It would also help if you tell us if this happened after a recent Windows update or anything you may have changed. There is a recent update that can cause this issue with AMD chipsets.


----------



## jenae (Mar 17, 2013)

Hi, has been some considerable discussions on this subject among past and present MS professionals. A blog has been released, unfortunately the current crop of MS engineers lack the discipline of the former, and it is clear reading it that the method has not been properly tested.

This of course assumes it is as a result of an upgrade, and not some other issue, possibly hardware, so the HDD tests are important. You can however try to get back into windows, especially if it is an update or related registry corruption.

Windows ten makes a complete registry backup, every 7-10 days, is is located in the C:\windows\system32\config folder and is called regback.

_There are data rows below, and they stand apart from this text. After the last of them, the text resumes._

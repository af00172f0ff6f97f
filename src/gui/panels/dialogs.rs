//! The dialogs over the sheet (file paths, export, report, design a stage,
//! recovery) and the help overlay.

use super::*;
use crate::gui::app::Dialog;
use iced::widget::column;

/// A dialog that asks for one path: a title, a line on what is written, the
/// path field, the error of the last try, anything `extra` (the recent
/// files when opening), and confirm / cancel.
fn path_dialog<'a>(
    title: &'a str,
    hint: &'a str,
    placeholder: &'a str,
    confirm: &'a str,
    path: &'a str,
    error: Option<&'a str>,
    extra: Option<El<'a>>,
) -> El<'a> {
    let mut c = column![
        text(title).size(16),
        small(hint),
        text_input(placeholder, path)
            .on_input(Message::PathEdited)
            .on_submit(Message::Answer(Answer::Confirm))
            .size(13)
            .width(420),
    ]
    .spacing(8);
    if let Some(e) = error {
        c = c.push(small(e).color(palette::WARNING));
    }
    if let Some(x) = extra {
        c = c.push(x);
    }
    c.push(
        row![
            button(small(confirm)).on_press(Message::Answer(Answer::Confirm)),
            button(small("cancel"))
                .style(button::secondary)
                .on_press(Message::Answer(Answer::Cancel)),
        ]
        .spacing(8),
    )
    .into()
}

pub(super) fn dialog<'a>(app: &'a App, d: &'a Dialog) -> El<'a> {
    let body: El = match d {
        Dialog::Unsaved { .. } => column![
            text("This sheet has unsaved changes.").size(16),
            small("Save them first, or go on and lose them?"),
            row![
                button(small("save")).on_press(Message::Answer(Answer::Save)),
                button(small("discard changes"))
                    .style(button::danger)
                    .on_press(Message::Answer(Answer::Discard)),
                button(small("cancel"))
                    .style(button::secondary)
                    .on_press(Message::Answer(Answer::Cancel)),
            ]
            .spacing(8)
        ]
        .spacing(10)
        .into(),
        Dialog::Open { path, error } | Dialog::SaveAs { path, error, .. } => {
            let open = matches!(d, Dialog::Open { .. });
            path_dialog(
                if open {
                    "Open a project"
                } else {
                    "Save the project as"
                },
                "path of the project file (.json)",
                "projects/amp.json",
                if open {
                    "open this file"
                } else {
                    "save to this path"
                },
                path,
                error.as_deref(),
                (open && !app.recent.is_empty()).then(|| recent_list(app)),
            )
        }
        Dialog::Export { svg, path, error } => path_dialog(
            if *svg {
                "Export the sheet as SVG"
            } else {
                "Export the sheet as PNG"
            },
            "the layers shown now are exported, exactly as drawn",
            "amp.svg",
            "export to this path",
            path,
            error.as_deref(),
            None,
        ),
        Dialog::Report { path, error } => path_dialog(
            "Write the design report (HTML)",
            "one self-contained page: drawing with the layers shown now, operating point, stages, response, noise, spread when set, time domain, parts; print it from a browser",
            "amp.html",
            "write the report",
            path,
            error.as_deref(),
            None,
        ),
        Dialog::Design { path, error } => crate::gui::design_dialog::view(path, error.as_deref()),
        Dialog::Recovery(r) => column![
            text("Unsaved work was found from a session that did not close cleanly.").size(16),
            small(format!("autosave: {}", r.side_file.display())),
            row![
                button(small("recover it")).on_press(Message::Answer(Answer::Recover)),
                button(small("discard it"))
                    .style(button::danger)
                    .on_press(Message::Answer(Answer::DiscardRecovery)),
            ]
            .spacing(8)
        ]
        .spacing(10)
        .into(),
    };
    panel(body).padding(18).max_width(560).into()
}

/// The open-dialog list of recent files (shown under the path field).
pub fn recent_list(app: &App) -> El<'_> {
    let mut c = column![heading("recent")].spacing(2);
    for p in &app.recent {
        c = c.push(
            button(small(p.display().to_string()))
                .style(button::text)
                .on_press(Message::Command(Command::OpenPath(p.clone()))),
        );
    }
    c.into()
}

pub(super) fn help_overlay() -> El<'static> {
    let mut c = column![text("Keys").size(18)].spacing(3);
    for (keys, what) in help::SHORTCUTS {
        c = c.push(row![text(*keys).size(13).width(190), small(*what)].spacing(8));
    }
    c = c.push(space::vertical().height(8));
    c = c.push(button(small("close (h or Esc)")).on_press(Message::Command(Command::Help)));
    panel(scrollable(c)).padding(18).max_width(640).into()
}
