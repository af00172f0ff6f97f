//! The rules check run before any analysis. Every finding names the part or
//! net, where it is on the sheet, and what to do.

use super::{NetId, Netlist};
use crate::document::{Document, GridPoint, PartKind};
use crate::presets::{effective_parameters, keys};
use petgraph::unionfind::UnionFind;
use serde::Serialize;
use std::collections::BTreeMap;

#[derive(Debug, Clone, Copy, PartialEq, Eq, PartialOrd, Ord, Serialize)]
#[serde(rename_all = "snake_case")]
pub enum Severity {
    /// The analysis cannot run until this is fixed.
    Error,
    /// The analysis runs, but the result may not be what was meant.
    Warning,
}

/// What a finding is about.
#[derive(Debug, Clone, PartialEq, Eq, Serialize)]
#[serde(rename_all = "snake_case")]
pub enum Subject {
    Part(String),
    Net(String),
    Sheet,
}

impl std::fmt::Display for Subject {
    fn fmt(&self, f: &mut std::fmt::Formatter<'_>) -> std::fmt::Result {
        match self {
            Subject::Part(p) => write!(f, "{p}"),
            Subject::Net(n) => write!(f, "net {n}"),
            Subject::Sheet => write!(f, "sheet"),
        }
    }
}

#[derive(Debug, Clone, PartialEq, Serialize)]
pub struct Finding {
    pub severity: Severity,
    pub subject: Subject,
    /// Where to look on the sheet.
    pub position: Option<GridPoint>,
    /// A plain sentence: what is wrong and what to do.
    pub message: String,
}

impl std::fmt::Display for Finding {
    fn fmt(&self, f: &mut std::fmt::Formatter<'_>) -> std::fmt::Result {
        let sev = match self.severity {
            Severity::Error => "error",
            Severity::Warning => "warning",
        };
        write!(f, "{sev}: {}", self.subject)?;
        if let Some([x, y]) = self.position {
            write!(f, " at ({x}, {y})")?;
        }
        write!(f, ": {}", self.message)
    }
}

/// Run every rule; errors first, then warnings, each in sheet order.
pub fn check(doc: &Document, nl: &Netlist) -> Vec<Finding> {
    let mut out = Vec::new();
    let part = |i: usize| Subject::Part(doc.parts[i].label());

    if nl.ground.is_none() {
        out.push(Finding {
            severity: Severity::Error,
            subject: Subject::Sheet,
            position: None,
            message:
                "there is no ground symbol: place one on the 0 V net so voltages have a reference"
                    .into(),
        });
    }

    // Duplicate designators.
    let mut by_name: BTreeMap<&str, Vec<usize>> = BTreeMap::new();
    for (i, p) in doc.parts.iter().enumerate() {
        if !p.designator.is_empty() {
            by_name.entry(&p.designator).or_default().push(i);
        }
    }
    for (name, idx) in &by_name {
        if idx.len() > 1 {
            for &i in &idx[1..] {
                out.push(Finding {
                    severity: Severity::Error,
                    subject: Subject::Part(name.to_string()),
                    position: Some(doc.parts[i].position),
                    message: format!(
                        "designator {name} is used {} times: give each part its own",
                        idx.len()
                    ),
                });
            }
        }
    }

    // Values.
    for (i, p) in doc.parts.iter().enumerate() {
        value_rules(doc, i, &mut out);
        let _ = p;
    }

    // Unconnected pins and one-connection nets.
    for net in &nl.nets {
        let is_ground_only = net
            .pins
            .iter()
            .all(|p| doc.parts[p.part].kind == PartKind::Ground);
        if net.pins.len() == 1 && !is_ground_only {
            let p = &net.pins[0];
            let kind = doc.parts[p.part].kind;
            if matches!(kind, PartKind::Rail) && net.wires.is_empty() && net.labels.is_empty() {
                out.push(Finding {
                    severity: Severity::Warning,
                    subject: part(p.part),
                    position: Some(p.position),
                    message: "this rail connects to nothing: wire it to the circuit or delete it"
                        .into(),
                });
            } else if net.wires.is_empty() && net.labels.is_empty() {
                out.push(Finding {
                    severity: Severity::Error,
                    subject: part(p.part),
                    position: Some(p.position),
                    message: format!("pin {} is not connected: draw a wire from it", p.label()),
                });
            } else {
                out.push(Finding {
                    severity: Severity::Error,
                    subject: Subject::Net(net.name.clone()),
                    position: Some(p.position),
                    message: format!(
                        "net {} reaches only {}: connect the wire's other end",
                        net.name,
                        p.label()
                    ),
                });
            }
        } else if net.pins.is_empty() {
            let pos = net
                .wires
                .first()
                .and_then(|w| doc.wires[*w].points.first().copied())
                .or_else(|| net.labels.first().map(|l| doc.labels[*l].position));
            out.push(Finding {
                severity: Severity::Warning,
                subject: Subject::Net(net.name.clone()),
                position: pos,
                message: "this wire or label touches no pin: connect it or delete it".into(),
            });
        }
        if !net.other_names.is_empty() {
            out.push(Finding {
                severity: Severity::Warning,
                subject: Subject::Net(net.name.clone()),
                position: net.labels.first().map(|l| doc.labels[*l].position),
                message: format!(
                    "this net also carries the label(s) {}: one net should have one name",
                    net.other_names.join(", ")
                ),
            });
        }
    }

    voltage_loops(doc, nl, &mut out);
    dc_paths(doc, nl, &mut out);
    super::sheet_rules::sheet_rules(doc, nl, &mut out);

    out.sort_by_key(|f| f.severity);
    out
}

fn value_rules(doc: &Document, i: usize, out: &mut Vec<Finding>) {
    let p = &doc.parts[i];
    let params = effective_parameters(p);
    let mut bad = |message: String| {
        out.push(Finding {
            severity: Severity::Error,
            subject: Subject::Part(p.label()),
            position: Some(p.position),
            message,
        })
    };
    if let Some(key) = p.kind.main_parameter() {
        match params.get(key) {
            None => bad(format!("{} has no {key}: set its value", p.kind)),
            Some(v) => {
                let must_be_positive = matches!(
                    p.kind,
                    PartKind::Resistor
                        | PartKind::Capacitor
                        | PartKind::PolarisedCapacitor
                        | PartKind::Inductor
                );
                if must_be_positive && *v <= 0.0 {
                    bad(format!(
                        "{key} must be above zero (it is {}); a wire is a better short",
                        crate::units::echo(*v)
                    ))
                }
                if p.kind == PartKind::SignalSource && *v < 0.0 {
                    bad(format!(
                        "amplitude must not be negative (it is {})",
                        crate::units::echo(*v)
                    ))
                }
            }
        }
    }
    if p.kind.is_bipolar() || p.kind == PartKind::Diode {
        let positive = [
            keys::SATURATION_CURRENT,
            keys::FORWARD_BETA,
            keys::REVERSE_BETA,
            keys::FORWARD_EARLY_VOLTAGE,
            keys::REVERSE_EARLY_VOLTAGE,
            keys::FORWARD_EMISSION,
            keys::REVERSE_EMISSION,
            keys::EMISSION_COEFFICIENT,
            keys::FORWARD_KNEE_CURRENT,
            keys::REVERSE_KNEE_CURRENT,
        ];
        for key in positive {
            if let Some(v) = params.get(key) {
                if *v <= 0.0 || v.is_nan() {
                    bad(format!(
                        "{key} must be above zero (it is {})",
                        crate::units::echo(*v)
                    ));
                }
            }
        }
        let non_negative = [
            keys::BASE_RESISTANCE,
            keys::SERIES_RESISTANCE,
            keys::EMITTER_CAPACITANCE,
            keys::COLLECTOR_CAPACITANCE,
            keys::JUNCTION_CAPACITANCE,
            keys::FORWARD_TRANSIT_TIME,
            keys::TRANSIT_TIME,
        ];
        for key in non_negative {
            if let Some(v) = params.get(key) {
                if *v < 0.0 {
                    bad(format!(
                        "{key} must not be negative (it is {})",
                        crate::units::echo(*v)
                    ));
                }
            }
        }
    }
    if p.kind.is_fet() {
        fet_value_rules(p.kind, &params, &mut bad);
    }
    if let Some(t) = params.get(keys::TOLERANCE) {
        if !(0.0..1.0).contains(t) {
            bad(format!(
                "tolerance {} is outside 0 to 1 (write 5 % as 0.05)",
                crate::units::echo(*t)
            ));
        }
    }
}
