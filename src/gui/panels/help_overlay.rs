//! The help overlay over the sheet (the dialogs are their own component,
//! [`crate::gui::dialogs`]).

use super::*;
use iced::widget::column;

pub(super) fn help_overlay() -> El<'static> {
    let mut c = column![text("Keys").size(18)].spacing(3);
    for (keys, what) in help::SHORTCUTS {
        c = c.push(row![text(*keys).size(13).width(190), small(*what)].spacing(8));
    }
    c = c.push(space::vertical().height(8));
    c = c.push(button(small("close (h or Esc)")).on_press(Message::Command(Command::Help)));
    panel(scrollable(c)).padding(18).max_width(640).into()
}
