//! The small-signal linear system: complex modified nodal analysis of a
//! linearised circuit (Ho, Ruehli, Brennan 1975).
//!
//! A [`LinearCircuit`] holds two-terminal elements (conductances, capacitors,
//! inductors, independent sources) and voltage-controlled current sources,
//! each tagged with the document part it came from. Independent sources are
//! zeroed (a voltage source is a short, a current source is open) unless a
//! [`Drive`] gives them a value.
//!
//! A [`System`] fixes what is solved: midband or a frequency sweep, which part
//! pins are disconnected (cuts), and an optional test source. In midband mode
//! capacitor parts (coupling and bypass) are shorts, device capacitances are
//! open and inductor parts are open (read as chokes). Small systems are solved
//! densely (nalgebra LU); large ones use faer's sparse LU with the symbolic
//! analysis done once and reused at every frequency.

use nalgebra::{Complex, DMatrix, DVector};
use std::f64::consts::PI;

/// A node of the linear circuit; 0 is ground.
pub type Node = usize;
/// Complex value.
pub type C64 = Complex<f64>;

/// Systems with at least this many unknowns use the sparse solver.
pub const SPARSE_THRESHOLD: usize = 80;

#[derive(Debug, Clone, Copy, PartialEq)]
pub enum LinearKind {
    /// Conductance, S (resistors, gπ, go, rb, diode g).
    Conductance(f64),
    /// A capacitor part: a short at midband.
    Capacitor(f64),
    /// A device capacitance (Cπ, Cμ, junction): open at midband.
    DeviceCapacitance(f64),
    /// An inductor part: open at midband.
    Inductor(f64),
    /// Current gm·(v(cp) − v(cn)) flowing from `a` through the element to `b`.
    Transconductance { gm: f64, cp: Node, cn: Node },
    /// Independent voltage source, + at `a`: zero unless driven.
    VoltageSource,
    /// Independent current source: it pushes its value into the circuit at `a`
    /// and takes it back at `b`; zero (open) unless driven.
    CurrentSource,
}

#[derive(Debug, Clone, PartialEq)]
pub struct LinearElement {
    /// Index of the document part this element belongs to (`None`: added by the analysis).
    pub part: Option<usize>,
    pub a: Node,
    pub b: Node,
    pub kind: LinearKind,
}

/// A linearised circuit.
#[derive(Debug, Clone, Default)]
pub struct LinearCircuit {
    /// Unknown nodes are `1..=node_count`.
    pub node_count: usize,
    pub elements: Vec<LinearElement>,
}

impl LinearCircuit {
    pub fn new(node_count: usize) -> Self {
        LinearCircuit {
            node_count,
            elements: Vec::new(),
        }
    }
    /// Add a node (e.g. a device's internal node) and return it.
    pub fn add_node(&mut self) -> Node {
        self.node_count += 1;
        self.node_count
    }
    pub fn add(&mut self, part: Option<usize>, a: Node, b: Node, kind: LinearKind) -> usize {
        self.elements.push(LinearElement { part, a, b, kind });
        self.elements.len() - 1
    }
}

/// Disconnect part `part` from node `node`: every endpoint (and control
/// reference) of that part's elements at the node moves to a fresh node.
#[derive(Debug, Clone, Copy, PartialEq, Eq, PartialOrd, Ord)]
pub struct Cut {
    pub part: usize,
    pub node: Node,
}

#[derive(Debug, Clone, Copy, PartialEq)]
pub enum Mode {
    /// Coupling/bypass capacitors short, device capacitances open, inductors open.
    Midband,
    /// Every element at its impedance at the frequency passed to `solve`.
    Frequency,
}

/// A test source attached between a node and ground.
#[derive(Debug, Clone, Copy, PartialEq)]
pub enum Test {
    /// 1 A injected into the node: v(node) is the impedance there.
    Current(Node),
    /// 1 V at the node against ground.
    Voltage(Node),
    /// 1 A injected into the first node and taken out of the second:
    /// v(a) − v(b) is the impedance between them.
    Between(Node, Node),
}

/// A value given to one independent source (by element index), e.g. 1 V on
/// the signal source or on one rail for supply rejection; or, with `node`
/// set, a current injected into that node (the element is then ignored).
#[derive(Debug, Clone, Copy, PartialEq)]
pub struct Drive {
    pub element: usize,
    pub value: C64,
    pub node: Option<Node>,
}

impl Drive {
    /// 1 (V or A) on independent source `element`.
    pub fn unit(element: usize) -> Self {
        Drive {
            element,
            value: C64::new(1.0, 0.0),
            node: None,
        }
    }
    /// 1 A injected into `node`.
    pub fn inject(node: Node) -> Self {
        Drive {
            element: usize::MAX,
            value: C64::new(1.0, 0.0),
            node: Some(node),
        }
    }
}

Start your computer, and when it gets to the loading windows operation, press and hold the shutdown button, this will hard shutdown the computer. Repeat this for at least two times and then on the third, windows ten is supposed to detect a problem and boot you to the RE (recovery enviroment), a VM.

From this select Troubleshoot, then Advanced, from this select Command Prompt.Either way we need you to access a cmd prompt.

At the prompt type:- (exactly as you see here)

bcdedit |find "osdevice" (press enter) the | is called a pipe and is located above the \.

This will return:- osdevice..........partition x (where x is a drive letter, in the RE the OS is not always assigned to the C: drive, typically it will be D: drive, use whatever drive letter the cmd returns, in the following cmd's, we assume D)

Next type:- D: (press enter), the prompt will now be D:\>

Next type:- cd D:\windows\system32\config\regback (press enter), the prompt will change to this directory.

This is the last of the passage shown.